Step 6. Discretize Copy Number Segment Covariates
As an additional step, you may want to discretize your copy number segment covariates identified in Step 5 as two state (0,1) or three state (-1,0,1) covariates. Discretizing the covariates has the following benefits:
- Approximate copy number calls (potential: deletion, neutral, duplication, not a deletion, or not a duplication) can be made based on thresholds that signify a transition between copy number states.
- Interactive tree analysis can be performed (Step 7) with up to three way splits to find the most significant segments based on case/control status and a fixed threshold.
- P-value plots based on logistic regression (LogR covariates as independent, case/control status as dependent) can magnify small statistically significant differences between cases and controls.
- Using discretized values does not let outliers (extremely small or large LogR values) have any more influence on the p-value than those close to the threshold.
- Sometimes it is not possible to join the phenotype spreadsheet with the Copy Number Segment Covariates spreadsheet (Step 5) because the spreadsheet is too large. Discretizing will allow association tests to be performed.
This step leads you through discretizing the segment mean covariates as both two and three state covariates.
To complete this step you first need to download the Discretize CN Segment Covariates script from our Add-on Scripts Repository.
Save this script in the following directory:
*../HelixTree/scriptsHT/user/Spreadsheet/Scripts/
the histogram at this view is hard to see because of a few
outliers with large negative LogR values.
Next, you need to determine the appropriate threshold tolerance levels for copy number states by viewing a histogram of the segment means.
To do this, open the Segment Means spreadsheet created in Step 5. Left click on the Segment Mean column header to turn the column magenta and then select >Analysis >Interactive Tree Analysis. A window with a single box (referred to as the root node) will appear. Click on this box and choose >Visualize Split Data >Histogram. A histogram similar to Figure 1a will be displayed with three "hills".
plot.
To determine the appropriate tolerance threshold(s) you need to identify the lowest points of the "valley(s)", at least approximately. The histogram in Figure 1a and its respective hills and valleys are barely distinguishable due to a few outliers with large negative numbers skewing the plot to the left.

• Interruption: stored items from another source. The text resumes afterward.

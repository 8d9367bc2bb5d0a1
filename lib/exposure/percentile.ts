// Percentiles of an envelope with numpy's default convention ('linear', Hyndman & Fan 1996
// definition 7), ignoring NaN. One sort of a copy serves any number of probability levels.

import { UsageError } from '../errors.js';
import { exposureMsg } from '../messages.js';

/** Ascending copy of the finite (non-NaN) values; the input is not changed. */
export function sortedValid(values: ArrayLike<number>): Float64Array {
  let n = 0;
  for (let i = 0; i < values.length; i++) if (!Number.isNaN(values[i]!)) n++;
  const out = new Float64Array(n);
  let j = 0;
  for (let i = 0; i < values.length; i++) {
    const v = values[i]!;
    if (!Number.isNaN(v)) out[j++] = v;
  }
  return out.sort();
}

/**
 * Like sortedValid, but exact only where percentiles at `qs` read it: a Float64Array of the
 * count of non-NaN values whose entries at the ranks used by percentileSorted(·, q) for each q
 * (⌊h⌋ and ⌊h⌋ + 1, h = q/100·(n − 1)) are the true order statistics; every other entry is
 * unspecified. Linear time instead of a sort: values are counted into value-ordered buckets, and
 * only the buckets holding a needed rank are gathered and sorted. (An 8-hour envelope has over
 * half a million values per channel and row; its APDF needs about 200 ranks.)
 * @param qs probability levels in percent the result will be read at (0…100)
 * @example percentileSorted(rankedValid(env, [10, 50, 90]), 90) === percentileSorted(sortedValid(env), 90)
 */
export function rankedValid(values: ArrayLike<number>, qs: readonly number[]): Float64Array {
  let n = 0, min = Infinity, max = -Infinity;
  for (let i = 0; i < values.length; i++) {
    const v = values[i]!;
    if (v !== v) continue;
    n++;
    if (v < min) min = v;
    if (v > max) max = v;
  }
  const span = max - min;
  if (n <= 4096 || !(span > 0 && Number.isFinite(span))) return sortedValid(values);
  const B = Math.min(1 << 16, n >> 2);
  const scale = B / span;
  const bucketOf = (v: number) => Math.min(B - 1, Math.floor((v - min) * scale)); // monotone in v
  const start = new Int32Array(B + 1);
  for (let i = 0; i < values.length; i++) {
    const v = values[i]!;
    if (v === v) start[Math.min(B - 1, Math.floor((v - min) * scale)) + 1]!++;
  }
  for (let b = 0; b < B; b++) start[b + 1]! += start[b]!;
  // buckets holding a needed rank
  const needed = new Uint8Array(B);
  const findBucket = (r: number) => {
    let lo = 0, hi = B - 1; // start[lo] ≤ r < start[hi + 1]
    while (lo < hi) {
      const mid = (lo + hi + 1) >> 1;
      if (start[mid]! <= r) lo = mid; else hi = mid - 1;
    }
    return lo;
  };
  for (const q of qs) {
    checkQ(q);
    const lo = Math.floor((q / 100) * (n - 1));
    needed[findBucket(Math.min(lo, n - 1))] = 1;
    needed[findBucket(Math.min(lo + 1, n - 1))] = 1;
  }
  const out = new Float64Array(n);
  const cursor = start.slice(0, B);
  for (let i = 0; i < values.length; i++) {
    const v = values[i]!;
    if (v !== v) continue;
    const b = bucketOf(v);
    if (needed[b] === 1) out[cursor[b]!++] = v;
  }
  for (let b = 0; b < B; b++) if (needed[b] === 1 && start[b + 1]! - start[b]! > 1) out.subarray(start[b]!, start[b + 1]!).sort();
  return out;
}

function checkQ(q: number): void {
  if (!(q >= 0 && q <= 100)) throw new UsageError(exposureMsg.percentileOutOfRange(q));
}

/**
 * Percentile of values that are already sorted ascending and free of NaN (type 7).
 *
 * h = (q/100)·(n − 1); result = v[⌊h⌋] + (h − ⌊h⌋)·(v[⌊h⌋+1] − v[⌊h⌋]), with numpy's two-sided
 * linear interpolation so results agree with numpy.percentile to the last bits.
 *
 * @param sorted ascending values without NaN
 * @param q probability level in percent, 0…100
 * @returns the percentile, NaN when `sorted` is empty
 * @throws UsageError when q is outside 0…100
 * @example percentileSorted(Float64Array.of(1, 2, 3, 4), 50) // 2.5
 */
export function percentileSorted(sorted: ArrayLike<number>, q: number): number {
  checkQ(q);
  const n = sorted.length;
  if (n === 0) return NaN;
  const h = (q / 100) * (n - 1);
  const lo = Math.floor(h);
  if (lo >= n - 1) return sorted[n - 1]!;
  const t = h - lo;
  const a = sorted[lo]!;
  const b = sorted[lo + 1]!;
  // numpy's _lerp: a + (b − a)·t, evaluated from the nearer end when t ≥ 0.5.
  const d = b - a;
  return t >= 0.5 ? b - d * (1 - t) : a + d * t;
}

/**
 * Several percentiles of the non-NaN values, sorting one copy once.
 *
 * Convention: numpy.percentile default 'linear' (Hyndman & Fan 1996, definition 7).
 * Hyndman RJ, Fan Y. 1996. Sample quantiles in statistical packages. Am Stat 50(4):361–365.
 *
 * @param values envelope values (e.g. %MVE); NaN = invalid time, ignored
 * @param qs probability levels in percent, each 0…100
 * @returns one value per q; NaN for every q when no value is finite
 * @throws UsageError when a q is outside 0…100
 * @example percentiles([1,2,3,4,5,6,7,8,9,10], [10, 50, 90]) // [1.9, 5.5, 9.1]
 */
export function percentiles(values: ArrayLike<number>, qs: readonly number[]): number[] {
  for (const q of qs) checkQ(q);
  const s = sortedValid(values);
  return qs.map((q) => percentileSorted(s, q));
}

/**
 * One percentile of the non-NaN values (numpy default 'linear', type 7).
 *
 * @param values envelope values; NaN ignored
 * @param q probability level in percent, 0…100
 * @returns the percentile, NaN when no value is finite
 * @throws UsageError when q is outside 0…100
 * @example percentile([1,2,3,4,5,6,7,8,9,10], 90) // 9.1
 */
export function percentile(values: ArrayLike<number>, q: number): number {
  return percentiles(values, [q])[0]!;
}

To get a better view you can zoom in by Right clicking and dragging under the x-axis and around the center of the histogram (Figure 1b).
Zoom in until your plot looks like Figure 1c. Notice that the Number of Bins (bottom right of the plot) is set to 1024.
From this view you can better distinguish the hills and valleys. Appropriate tolerance level thresholds in this instance would be around -0.07 for deletions and +0.07 for duplications. Anything in between would be copy number neutral.
Now that you have determined the appropriate thresholds you can use these to discretize the copy number segment covariates (continuous LogR values) as two state (0,1) or three state (-1,0,1) covariates.
Three-State Discretization
Open the Copy Number Segment Covariates spreadsheet created in Step 5. From this spreadsheet, select >Scripts >Discretize CN Segment Covariates. You will be prompted to select the copy number model. First select Three-State Model and click OK. On the next window, for the Lower Tolerance Level enter the smaller of the two threshold values determined above and for the Upper Tolerance Level enter the larger of the two threshold values determined above. In this example, you would enter -0.07 and 0.07 respectively. Click OK.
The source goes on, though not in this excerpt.